# Tivo deleting folders



## campbeji (Oct 30, 2004)

Hi all,

I have looked through the other threads but could find no mention of this, so maybe its just me

I finish watching a show, tonight for example it was the series finale of Stargate Universe, and as usual I hit the delete now option. The show deletes OK but the rest of the folder also goes away along with the other 3 unwatched shows in the folder. I'm not meaning that I have deleted them by accident, the folder and all contents just go away, they are not in the recently deleted folder, they are just gone. This has happened to me 4 times now, the first 2 times I didn't really notice, the third time I new there was a problem and tonight just confirms it.

Anyone else having this problem? I must admit this is a worry as I am afraid of losing an important show, so far it has been some of the kids shows, a third line recording (stuff I watch if I'm not going to be concentrating, background noise) and tonight I lost the Stargate Universe folder, this is number 3 in the Series Link, THE show I watch when everyone is out and I have the house to myself. Thank goodness I had just watched the series finale and there was only 3 repeats left in the folder. I'm really worried I am going to lose something with a whole season recorded that I haven't watched yet.

Thanks
Jim


----------



## microbe (Nov 23, 2002)

I'd put money on the other 3 having been suggestions and will still be in the suggestions folder?
Think I noted something similar a while back, ironically with SGU as well!


----------



## mikerr (Jun 2, 2005)

That was my thought too,
IMO it isn't as easy as the S1 to distinguish suggestions from normal recordings.

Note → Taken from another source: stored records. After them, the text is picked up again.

static void reads_gears_and_open_ranges_of_drives(void **state)
{
    (void)state;
    lwd_document *doc = read_text(
        small("mm", "deg", turn,
              ",\"moves\":\"j\",\"reading\":{\"at_reference\":1000,\"per_unit\":-20,"
              "\"unit\":\"counts\"},\"range\":[null,2000],\"speed\":40",
              ""));
    const lw_spec_drive *m = &doc->spec.drive[0];
    /* 2000 counts are (2000 - 1000) / -20 = -50 deg; the open side is the other one. */
    assert_true(m->range.has_low && !m->range.has_high);
    lwt_near(m->range.low, -50.0 * deg, 1e-15);
    lwt_near(m->speed, 2.0 * deg, 1e-16);
    assert_string_equal(doc->drive[0].unit, "counts");
    lwd_document_free(doc);

    doc = read_text(small("mm", "deg", turn,
                          ",\"moves\":\"j\",\"reading\":{\"per_unit\":2}", ""));
    assert_string_equal(doc->drive[0].unit, ""); /* not the document's unit, and not named */
    lwd_document_free(doc);
}

static void straightens_axes_up_to_a_tenth_of_a_degree(void **state)
{
    (void)state;
    lwd_document *doc = read_text(small(
        "mm", "deg",
        ",\"type\":\"universal\",\"at\":[0,0,0],\"axis\":[1,0,0],\"second_axis\":[0.0015,1,0]",
        ",\"moves\":\"j.first\"", ""));
    assert_int_equal(findings.n, 1);
    assert_int_equal(findings.item[0].severity, LW_NOTE);
    assert_string_equal(findings.item[0].code, "axes-straightened");
    assert_string_equal(findings.item[0].pointer, "/joints/0/second_axis");
    lwt_near(doc->spec.joint[0].second_axis[0], 0.0, 1e-15);
    lwt_near(doc->spec.joint[0].second_axis[1], 1.0, 1e-15);
    lwd_document_free(doc);
}

static void expect_one(lw_severity severity, const char *code, const char *pointer,
                       const char *words)
{
    assert_int_equal(findings.n, 1);
    assert_int_equal(findings.item[0].severity, severity);
    assert_string_equal(findings.item[0].code, code);
    assert_string_equal(findings.item[0].pointer, pointer);
    lwt_holds(findings.item[0].text, words);
}

static void warns_where_parts_disagree(void **state)
{
    (void)state;
    lwd_document *doc = read_text(
        small("mm", "deg", ",\"type\":\"revolute\",\"at\":[0,0,0],\"axis\":[0,0,1],"
              "\"range\":[-90,90]", ",\"moves\":\"j\",\"reading\":{\"at_reference\":10},"
              "\"range\":[-80,120]", ""));
    expect_one(LW_WARNING, "range-leaves-joint", "/drives/0/range", "shows 100");
    lwd_document_free(doc);
    doc = read_text(
        small("mm", "deg", ",\"type\":\"revolute\",\"at\":[0,0,0],\"axis\":[0,0,1],"
              "\"range\":[-90,90]", ",\"moves\":{\"sum\":{\"j\":-2}},\"range\":[-181,180]", ""));
    expect_one(LW_WARNING, "range-leaves-joint", "/drives/0/range", "shows -180");
    lwd_document_free(doc);

    static const char rod[] =
        ",\"rods\":[{\"name\":\"r\",\"between\":[\"bed\",\"arm\"],\"ends\":[[0,0,0],[0,0,300]]%s}]";
    char more[512];
    (void)snprintf(more, sizeof more, rod, ",\"length\":300.02");
    doc = read_text(small("mm", "deg", turn, ",\"moves\":\"j\"", more));
    expect_one(LW_WARNING, "length-differs", "/rods/0/length", "300 mm apart, not 300.02");
    lwd_document_free(doc);

    (void)snprintf(more, sizeof more, "%s%s", rod, ",\"needs\":{\"position_tolerance\":0.3}");
    char text[1024];
    (void)snprintf(text, sizeof text, more, ",\"length\":300.02"); /* within a tenth of 0.3 mm */
    doc = read_text(small("mm", "deg", turn, ",\"moves\":\"j\"", text));
    assert_int_equal(findings.n, 0);
    lwd_document_free(doc);

    (void)snprintf(text, sizeof text, more, ",\"length\":299.96"); /* beyond it */
    doc = read_text(small("mm", "deg", turn, ",\"moves\":\"j\"", text));
    expect_one(LW_WARNING, "length-differs", "/rods/0/length", "not 299.96");
    lwd_document_free(doc);

    (void)snprintf(more, sizeof more, rod, ",\"range\":[200,400]");
    doc = read_text(small("mm", "deg", turn, ",\"moves\":\"j\"", more));
    expect_one(LW_NOTE, "range-unused", "/rods/0/range", "keeps its length");
    lwd_document_free(doc);

    (void)snprintf(more, sizeof more, rod, ",\"free\":true");
    doc = read_text(small("mm", "deg", turn, ",\"moves\":\"r\"", more));
    expect_one(LW_NOTE, "free-and-driven", "/rods/0/free", "says nothing");
    lwd_document_free(doc);

    doc = read_text(small("mm", "deg", turn, ",\"moves\":\"j\"},{\"name\":\"n\",\"moves\":\"j\"",
                          ""));
    expect_one(LW_WARNING, "moved-twice", "/drives/1/moves", "\"m\"");
    lwd_document_free(doc);
}

static void takes_a_swivel_s_axis_either_way_round(void **state)
{
    (void)state;
    static const char rod[] =
        ",\"rods\":[{\"name\":\"r\",\"between\":[\"bed\",\"arm\"],\"ends\":[[0,0,0],[0,0,300]],"
        "\"swivels\":[{\"axis\":[0,0,%d],\"cone\":5},{\"axis\":[0,0,%d],\"cone\":5}]}]";
    for (int way = -1; way <= 1; way += 2) {
        char more[512];
        (void)snprintf(more, sizeof more, rod, way, way);
        lwd_document *doc = read_text(small("mm", "deg", turn, ",\"moves\":\"j\"", more));
        lwt_same(doc->spec.rod[0].swivel[0].axis[2], 1.0); /* away from its own end */
        lwt_same(doc->spec.rod[0].swivel[1].axis[2], -1.0);
        lwd_document_free(doc);
    }
}

static void tells_several_faults_at_once(void **state)
{
    (void)state;
    char digest[LWD_DIGEST_SIZE];
    const char *text = small("mm", "deg", ",\"type\":\"revolute\",\"at\":[1,2],\"axis\":[0,0,0]",
                             ",\"moves\":\"k\",\"sped\":3", ",\"home\":5");
    lwd_findings_init(&findings);
    assert_null(lwd_document_read_text(text, strlen(text), &findings, digest, NULL));
    static const char *const want[] = {"/joints/0/at", "/joints/0/axis", "/drives/0/sped",
                                       "/drives/0/moves"};
    assert_int_equal(findings.n, 4);
    for (size_t i = 0; i < 4; i++) {
        assert_string_equal(findings.item[i].pointer, want[i]);
    }
    assert_int_equal(strlen(digest), 64); /* the text is JSON, so it has a digest */
}

static void counts_what_is_more_than_is_served(void **state)
{
    (void)state;
    static char text[32768];
    size_t n = (size_t)snprintf(text, sizeof text,
                                "{\"format\":\"leeway-mechanism/1\",\"name\":\"many\",\"units\":"
                                "{\"length\":\"m\",\"angle\":\"rad\"},\"frame\":\"a\",\"bodies\":"
                                "[\"a\",\"b\"],\"joints\":[");
    for (int i = 0; i < 65; i++) { /* 65 planar joints: 195 coordinates */
        n += (size_t)snprintf(text + n, sizeof text - n,
                              "%s{\"name\":\"j%d\",\"type\":\"planar\",\"between\":[\"a\",\"b\"],"
                              "\"at\":[0,0,0],\"axis\":[0,0,1],\"x_axis\":[1,0,0]}",
                              i > 0 ? "," : "", i);
    }
    (void)snprintf(text + n, sizeof text - n,
                   "],\"drives\":[{\"name\":\"m\",\"moves\":\"j0.x\"}],\"tools\":[{\"name\":\"t\","
                   "\"body\":\"b\",\"at\":[0,0,0]}],\"outputs\":[\"x\"]}");
    char digest[LWD_DIGEST_SIZE];
    lwd_findings_init(&findings);
    assert_null(lwd_document_read_text(text, strlen(text), &findings, digest, NULL));
    assert_int_equal(findings.n, 1);
    assert_string_equal(findings.item[0].code, "too-many");
    assert_string_equal(findings.item[0].pointer, "/joints");
}

/* ---- postures of questions ------------------------------------------------------------------- */

static bool posture(const lwd_document *doc, const char *text, lw_posture_ask *out,
                    lw_posture_ask *near)
{
    lwd_scan_limits limits = LWD_SCAN_QUESTION;
    lwd_findings_init(&findings);
    struct cJSON *tree = lwd_json_parse(text, strlen(text), &limits, &findings);
    assert_non_null(tree);
    lwd_reader r = lwd_reader_of(tree, &findings);
    /* The question's own units, not the document's. */
    const lwd_posture_scope scope = {.document = doc, .units = {.metres = true, .radians = true}};
    bool good = lwd_posture_in(&r, &scope, out, near);
    assert_true(good == (findings.n_error == 0));
    lwd_json_free(tree);
    return good;
}

static void reads_postures_in_the_question_s_units(void **state)
{
    (void)state;
    lwd_document *doc = read_everything();
    static lw_posture_ask out;
    static lw_posture_ask near;
    /* Readings never convert. */
    assert_true(posture(doc, "{\"drives\":{\"m1\":10,\"a1\":510}}", &out, &near));
    lwt_near(out.drive[0], 2.5 * deg, 1e-15);
    lwt_near(out.drive[2], 0.01, 1e-15);
    assert_true(!out.has_drive[1] && out.near == NULL);

    assert_true(posture(doc, "{\"joints\":{\"elbow\":0.5,\"strut-1\":0.52,\"cross.second\":-1,"
                             "\"ball\":{\"rotation_vector\":{\"x\":0,\"y\":0,\"z\":1}}}}",
                        &out, &near));
    lwt_same(out.coord[lwd_document_coord(doc, "elbow")], 0.5);
    lwt_near(out.coord[lwd_document_coord(doc, "strut-1")], 0.02, 1e-15);
    lwt_near(out.ball[0][3], sin(0.5), 1e-15);

    assert_true(posture(doc, "{\"bodies\":{\"plate\":{\"x\":1,\"y\":2,\"z\":3,\"rz\":1.5707963267"
                             "948966}}}", &out, &near));
    assert_int_equal(out.kind, LW_BY_BODIES);
    static const double quarter[9] = {0, -1, 0, 1, 0, 0, 0, 0, 1};
    lwt_near_n(out.body[4].rot, quarter, 9, 1e-15);

    assert_true(posture(doc, "{\"pose\":{\"x\":1,\"direction\":{\"x\":0,\"y\":0,\"z\":-2},"
                             "\"joints\":{\"screw\":12.5}},\"mode\":\"+1.-2\",\"near\":{\"joints\""
                             ":{\"elbow\":1}}}", &out, &near));
    assert_int_equal(out.pose.orient, LW_ORIENT_DIRECTION);
    lwt_same(out.pose.direction[2], -1.0);
    assert_true(out.pose.has_position[0] && !out.pose.has_position[1]);
    lwt_same(out.pose.joint_value[0], 12.5);
    assert_int_equal(out.mode.branch[1], 2);
    assert_ptr_equal(out.near, &near);
    assert_int_equal(near.kind, LW_BY_JOINTS); /* "joints" alone is a posture, not a pose */

    assert_true(posture(doc, "{\"drives\":{\"m1\":1},\"near\":{\"joints\":{\"screw\":1},\"z\":1}}",
                        &out, &near));
    assert_int_equal(near.kind, LW_BY_POSE); /* with a z it is a pose */
    lwd_document_free(doc);
}

static void refuses_postures_that_say_too_little_or_too_much(void **state)
{
    (void)state;
    static const char *const bad[][3] = {
        {"{}", "no-posture", ""},
        {"{\"mode\":\"+\"}", "no-posture", ""},
        {"{\"drives\":{}}", "too-few", "/drives"},
        {"{\"drives\":{\"m9\":1}}", "unknown-name", "/drives/m9"},
        {"{\"drives\":{\"m1\":\"1\"}}", "wrong-type", "/drives/m1"},
        {"{\"drives\":{\"m1\":1},\"joints\":{\"elbow\":1}}", "two-postures", "/joints"},
        {"{\"joints\":{}}", "too-few", "/joints"},
        {"{\"joints\":{\"weld\":1}}", "no-coordinate", "/joints/weld"},
        {"{\"joints\":{\"cross\":1}}", "unknown-name", "/joints/cross"},
        {"{\"joints\":{\"elbow.turn\":1}}", "unknown-name", "/joints/elbow.turn"},
        {"{\"bodies\":{\"bed\":{\"x\":0}}}", "unknown-name", "/bodies/bed"},
        {"{\"bodies\":{\"plate\":{\"x\":0,\"y\":0,\"rz\":0}}}", "missing-member",
         "/bodies/plate/z"},
        {"{\"bodies\":{\"plate\":{\"x\":0,\"y\":0,\"z\":0}}}", "no-orientation", "/bodies/plate"},
        {"{\"pose\":{}}", "empty-pose", "/pose"},
        {"{\"pose\":{\"x\":1,\"rx\":2}}", "unknown-member", "/pose/rx"},
        {"{\"pose\":{\"x\":1e9}}", "out-of-range", "/pose/x"},
        {"{\"pose\":{\"rz\":1,\"zyx\":{\"yaw\":1}}}", "two-orientations", "/pose/rz"},
        {"{\"pose\":{\"quaternion\":{\"w\":0,\"x\":0,\"y\":0,\"z\":0}}}", "quaternion-length",
         "/pose/quaternion"},
        {"{\"pose\":{\"direction\":{\"x\":0,\"y\":0,\"z\":0}}}", "zero-axis", "/pose/direction"},
        {"{\"pose\":{\"x\":1},\"mode\":\"left\"}", "unknown-mode", "/mode"},
        {"{\"pose\":{\"x\":1},\"mode\":7}", "wrong-type", "/mode"},
        {"{\"drives\":{\"m1\":1},\"near\":7}", "wrong-type", "/near"},
        {"{\"drives\":{\"m1\":1},\"near\":{}}", "no-posture", "/near"},
        {"{\"drives\":{\"m1\":1},\"near\":{\"drives\":{\"m1\":1},\"near\":{\"x\":1}}}",
         "nested-near", "/near/near"},
    };
    lwd_document *doc = read_everything();
    static lw_posture_ask out;
    static lw_posture_ask near;
    for (size_t i = 0; i < sizeof bad / sizeof bad[0]; i++) {
        if (posture(doc, bad[i][0], &out, &near) || strcmp(findings.item[0].code, bad[i][1]) != 0 ||
            strcmp(findings.item[0].pointer, bad[i][2]) != 0) {
            lwt_fail("%s: %s at '%s'", bad[i][0], findings.item[0].code, findings.item[0].pointer);
        }
    }
    lwd_document_free(doc);
}

/* ---- the demo line, and memory --------------------------------------------------------------- */

static void reads_the_demo_line(void **state)
{
    (void)state;
    static const struct {
        const char *name;
        size_t joints, rods, drives, outputs, modes;
    } demo[] = {
        {"tilt-table", 0, 6, 6, 6, 0},   {"belt-hopper", 3, 6, 3, 3, 2},
        {"lid-turner", 9, 12, 6, 4, 4},  {"label-stage", 12, 0, 4, 3, 2},
        {"case-packer", 6, 0, 6, 6, 8},
    };
    for (size_t i = 0; i < sizeof demo / sizeof demo[0]; i++) {
        char path[512];
        (void)snprintf(path, sizeof path, "%s/deploy/demo/%s.json", LWT_SOURCE_DIR, demo[i].name);
        char *text = read_file(path);
        lwd_document *doc = read_text(text);
        free(text);
        assert_int_equal(findings.n, 0);
        assert_string_equal(doc->spec.name, demo[i].name);
        assert_int_equal(doc->spec.n_rod, demo[i].rods);
        assert_int_equal(doc->spec.n_drive, demo[i].drives);
        assert_int_equal(doc->spec.n_output, demo[i].outputs);
        assert_true(doc->spec.n_joint >= demo[i].joints);
        assert_true(doc->spec.n_mode >= demo[i].modes);
        lwd_document_free(doc);
    }
}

I'd also prefer it if there was an option to group suggestions by folders,
They are only added to a folder with normal recordings, not capable of making a folder on their own.


----------



## cwaring (Feb 12, 2002)

microbe said:


> I'd put money on the other 3 having been suggestions and will still be in the suggestions folder?


When you delete a folder of recordings, a pop-up reminds you that this will delete the shows "from all folders". So, unless it's a lie or a bug....


----------



## mikerr (Jun 2, 2005)

Er, no the situation is this:

1 normal recording + 2 suggestions => tivo makes a folder to show 3 items

Folder stargate:
Stargate - Normal recording
Stargate - suggestion 
Stargate - suggestion

Watch and delete that single normal recording, and tivo then no longer shows a stargate folder, 
and the two suggestions are then only shown in the suggestions folder.

The folder rule is :

If 2 or more shows of the same name exist,
_with at least one of them being a non-suggestion._
then a folder is created.

Multiple suggestions for the same show can't make a folder of their own.


----------



## cwaring (Feb 12, 2002)

mikerr said:


> Er, no the situation is this:


Ahh. Okay  I never use suggestions so mis-understood.


----------



## deshepherd (Nov 30, 2000)

mikerr said:


> Er, no the situation is this:
> 
> 1 normal recording + 2 suggestions => tivo makes a folder to show 3 items
> 
> ...


And to hit the jackpot you need to record something on BBC and find a folder with

program on BBC1 HD - requested recording
same program on BBC1 - suggestion
same program on BBC1 regional or AD - another suggestion


----------



## kmusgrave (Oct 13, 2000)

deshepherd said:


> And to hit the jackpot you need to record something on BBC and find a folder with
> 
> program on BBC1 HD - requested recording
> same program on BBC1 - suggestion
> same program on BBC1 regional or AD - another suggestion


Points of View has been doing this over the last few weeks. Even if you remove the extra episodes from todo list more add themselves a few minutes later.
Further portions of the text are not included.